◆ **Work to complete**: Produce a copy of every line in the records that holds the string "private".

◆ **Extracted material**:
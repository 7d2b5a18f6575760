/**
 * Internal: series representations and the solvers behind {@link eigencheck.oracle.Oracle}. Public
 * only so that the facade can reach it; not an API, may change without notice.
 */
package eigencheck.oracle.series;
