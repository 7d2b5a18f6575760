package eigencheck.oracle.series;

import eigencheck.oracle.Evaluation;
import eigencheck.oracle.OracleException;
import eigencheck.oracle.OracleException.Reason;
import eigencheck.oracle.expr.Expression;
import eigencheck.oracle.modes.SlabModes;
import eigencheck.oracle.problem.BoundaryCondition;
import eigencheck.oracle.problem.Problem;
import eigencheck.oracle.problem.Side;
import eigencheck.oracle.problem.Slab;
import java.util.ArrayList;
import java.util.Arrays;
import java.util.List;
import java.util.SplittableRandom;
import org.apache.commons.math3.analysis.differentiation.DerivativeStructure;
import org.apache.commons.math3.special.Erf;
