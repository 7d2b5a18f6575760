package eigencheck.oracle.series;

import eigencheck.oracle.Evaluation;
import eigencheck.oracle.OracleException;
import eigencheck.oracle.OracleException.Reason;
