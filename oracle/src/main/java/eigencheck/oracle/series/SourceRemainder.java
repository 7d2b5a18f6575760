package eigencheck.oracle.series;

import eigencheck.oracle.expr.Expression;
import org.apache.commons.math3.analysis.differentiation.DerivativeStructure;
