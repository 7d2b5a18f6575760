package eigencheck.oracle.series;

import eigencheck.oracle.OracleException;
import eigencheck.oracle.OracleException.Reason;
import eigencheck.oracle.expr.Expression;
import java.util.function.Function;
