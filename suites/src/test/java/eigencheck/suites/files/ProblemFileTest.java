package eigencheck.suites.files;

import static org.junit.jupiter.api.Assertions.assertEquals;
import static org.junit.jupiter.api.Assertions.assertInstanceOf;
import static org.junit.jupiter.api.Assertions.assertThrows;
import static org.junit.jupiter.api.Assertions.assertTrue;

import eigencheck.adapters.InputException;
import eigencheck.oracle.problem.BoundaryCondition;
import eigencheck.oracle.problem.Problem;
import eigencheck.oracle.problem.Side;
import eigencheck.oracle.problem.Slab;
import java.nio.file.Path;
import org.junit.jupiter.api.Test;

class ProblemFileTest {
    private static final Path T3 = Path.of("..", "reference-data", "problems", "nafems-t3.yaml");

    @Test
    void readsTheNafemsT3ProblemFile() throws InputException {
        Problem p = ProblemFile.read(T3);
        assertEquals(0.1, ((Slab) p.domain()).length());
        assertEquals(35, p.material().conductivity());
        assertEquals(7200 * 440.5, p.material().volumetricHeatCapacity(), 1e-6);
        BoundaryCondition right = p.condition(Side.XMAX);
        assertInstanceOf(BoundaryCondition.Dirichlet.class, right);
        assertEquals(100 * Math.sin(Math.PI * 32 / 40), right.data().value(32.0), 1e-12);
    }

    private static InputException fail(String name, String text) {
        return assertThrows(InputException.class, () -> ProblemFile.fromTree(TreeReader.parse(Path.of(name), text)));
    }

    @Test
    void unknownBoundaryTypeIsReportedWithItsPlaceAndTheAllowedTypes() {
        InputException e = fail("p.yaml", """
            domain: {shape: slab, length: 0.1}
            material: {diffusivity: 1e-5}
            initial: "0"
            boundary:
              xmin: {dirichlett: "0"}
              xmax: {neumann: "0"}
            """);
        InputException.Problem first = e.problems().get(0);
        assertEquals(InputException.Cause.UNKNOWN_FIELD, first.cause());
        assertEquals(5, first.location().line());
        assertEquals(10, first.location().column());
        assertEquals("boundary.xmin.dirichlett", first.location().path());
        assertTrue(first.message().contains("did you mean \"dirichlet\""), first.message());
    }

    @Test
    void missingMaterialAndEveryOtherProblemAreReportedTogether() {
        InputException e = fail("p.yaml", """
            domain: {shape: slab, length: -1}
            initial: "0"
            boundary:
              xmin: {robin: {h: 0, ambient: "20"}}
            colour: red
            """);
        assertEquals(5, e.problems().size(), e.getMessage());
        assertTrue(e.problems().stream().anyMatch(p -> p.cause() == InputException.Cause.MISSING
            && p.location().path().equals("material")), e.getMessage());
        assertTrue(e.problems().stream().anyMatch(p -> p.location().path().equals("boundary.xmax")), e.getMessage());
        assertTrue(e.problems().stream().anyMatch(p -> p.location().path().equals("colour")), e.getMessage());
        assertTrue(e.problems().stream().anyMatch(p -> p.location().path().equals("domain.length")
            && p.cause() == InputException.Cause.OUT_OF_RANGE), e.getMessage());
        assertTrue(e.problems().stream().anyMatch(p -> p.location().path().equals("boundary.xmin.robin.h")),
            e.getMessage());
    }

    @Test
    void expressionTypoPointsAtTheColumnInsideTheFile() {
        InputException e = fail("p.json", """
            {"domain": {"shape": "slab", "length": 0.1},
             "material": {"conductivity": 35, "volumetricHeatCapacity": 3.17e6},
             "initial": "20 + 5*sni(x)",
             "boundary": {"xmin": {"dirichlet": "0"}, "xmax": {"dirichlet": "0"}}}
            """);
        InputException.Problem p = e.problems().get(0);
        assertEquals(InputException.Cause.BAD_EXPRESSION, p.cause());
        assertEquals(3, p.location().line());
        // the string's content starts at column 14; "sni" is at column 8 of the expression
        assertEquals(14 + 7, p.location().column());
        assertTrue(p.message().contains("unknown function \"sni\""), p.message());
    }

    @Test
    void readsASphere() throws InputException {
        Problem p = ProblemFile.fromTree(TreeReader.parse(Path.of("s.yaml"), """
            domain: {shape: sphere, radius: 0.05}
            material: {diffusivity: 1e-5}
            initial: "20 + 100*r^2"
            boundary: {surface: {robin: {h: 500, ambient: "300"}}}
            """));
        assertEquals(0.05, ((eigencheck.oracle.problem.Sphere) p.domain()).radius());
        assertEquals(20.25, p.initial().value(0.05), 1e-12);
    }

    @Test
    void rectangleBoxAndCylinderAreRead() throws InputException {
        Problem r = ProblemFile.fromTree(TreeReader.parse(Path.of("r.yaml"), """
            domain: {shape: rectangle, lengthX: 0.6, lengthY: 1.0}
            material: {conductivity: 52, volumetricHeatCapacity: 1}
            steady: true
            boundary:
              xmin: {neumann: "0"}
              xmax: {robin: {h: 750, ambient: "0"}}
              ymin: {dirichlet: "100 + 0*x"}
              ymax: {robin: {h: 750, ambient: "0"}}
            """));
        assertEquals(java.util.List.of("x", "y"), r.domain().coordinates());
        assertEquals(java.util.List.of("x", "t"), r.condition(eigencheck.oracle.problem.Side.YMIN).data().variables());
        Problem b = ProblemFile.fromTree(TreeReader.parse(Path.of("b.yaml"), ProblemFile.toJson(new Problem(
            new eigencheck.oracle.problem.Box(1, 2, 3), eigencheck.oracle.problem.Material.ofDiffusivity(1),
            eigencheck.oracle.expr.Expression.parse("x*y*z", "x", "y", "z"),
            eigencheck.oracle.expr.Expression.parse("0", "x", "y", "z", "t"), boxFaces()))));
        assertEquals(3.0, ((eigencheck.oracle.problem.Box) b.domain()).lengthZ());
        assertEquals(java.util.List.of("x", "y", "t"), b.condition(eigencheck.oracle.problem.Side.ZMAX).data().variables());
        Problem c = ProblemFile.fromTree(TreeReader.parse(Path.of("c.yaml"), """
            domain: {shape: cylinder, radius: 0.05}
            material: {diffusivity: 1e-5}
            initial: "20"
            boundary: {surface: {robin: {h: 500, ambient: "300"}}}
            """));
        assertEquals(0.05, ((eigencheck.oracle.problem.Cylinder) c.domain()).radius());
    }

    private static java.util.Map<eigencheck.oracle.problem.Side, eigencheck.oracle.problem.BoundaryCondition> boxFaces() {
        java.util.Map<eigencheck.oracle.problem.Side, eigencheck.oracle.problem.BoundaryCondition> m =
            new java.util.EnumMap<>(eigencheck.oracle.problem.Side.class);
        String[][] vars = {{"y", "z", "t"}, {"y", "z", "t"}, {"x", "z", "t"}, {"x", "z", "t"}, {"x", "y", "t"},
            {"x", "y", "t"}};
        eigencheck.oracle.problem.Side[] sides = eigencheck.oracle.problem.Side.values();
        for (int i = 0; i < 6; i++) {
            m.put(sides[i], new eigencheck.oracle.problem.BoundaryCondition.Dirichlet(
                eigencheck.oracle.expr.Expression.parse("1 + " + vars[i][0], vars[i])));
        }
        return m;
    }

    @Test
    void malformedYamlAndMisplacedFaceVariablesAreReported() {
        assertEquals(InputException.Cause.MALFORMED, fail("p.yaml", "domain: [1\n").cause());
        // a side's data are expressions of the coordinates along it: x on the face x = 0 is an error
        InputException e = fail("p.yaml", """
            domain: {shape: rectangle, lengthX: 1, lengthY: 2}
            material: {diffusivity: 1}
            initial: "0"
            boundary:
              xmin: {dirichlet: "x + y"}
              xmax: {neumann: "0"}
              ymin: {robin: {h: 5, ambient: "20"}}
              ymax: {dirichlet: "0"}
            """);
        assertTrue(e.getMessage().contains("boundary.xmin") && e.getMessage().contains("y, t"), e.getMessage());
        assertTrue(fail("p.yaml", "domain: {shape: slap, length: 1}\n").getMessage().contains("did you mean \"slab\""));
    }
}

◆ **Worked solution**:
    private static final Path T3 = Path.of("..", "reference-data", "problems", "nafems-t3.yaml");
    private static InputException fail(String name, String text) {
    private static java.util.Map<eigencheck.oracle.problem.Side, eigencheck.oracle.problem.BoundaryCondition> boxFaces() {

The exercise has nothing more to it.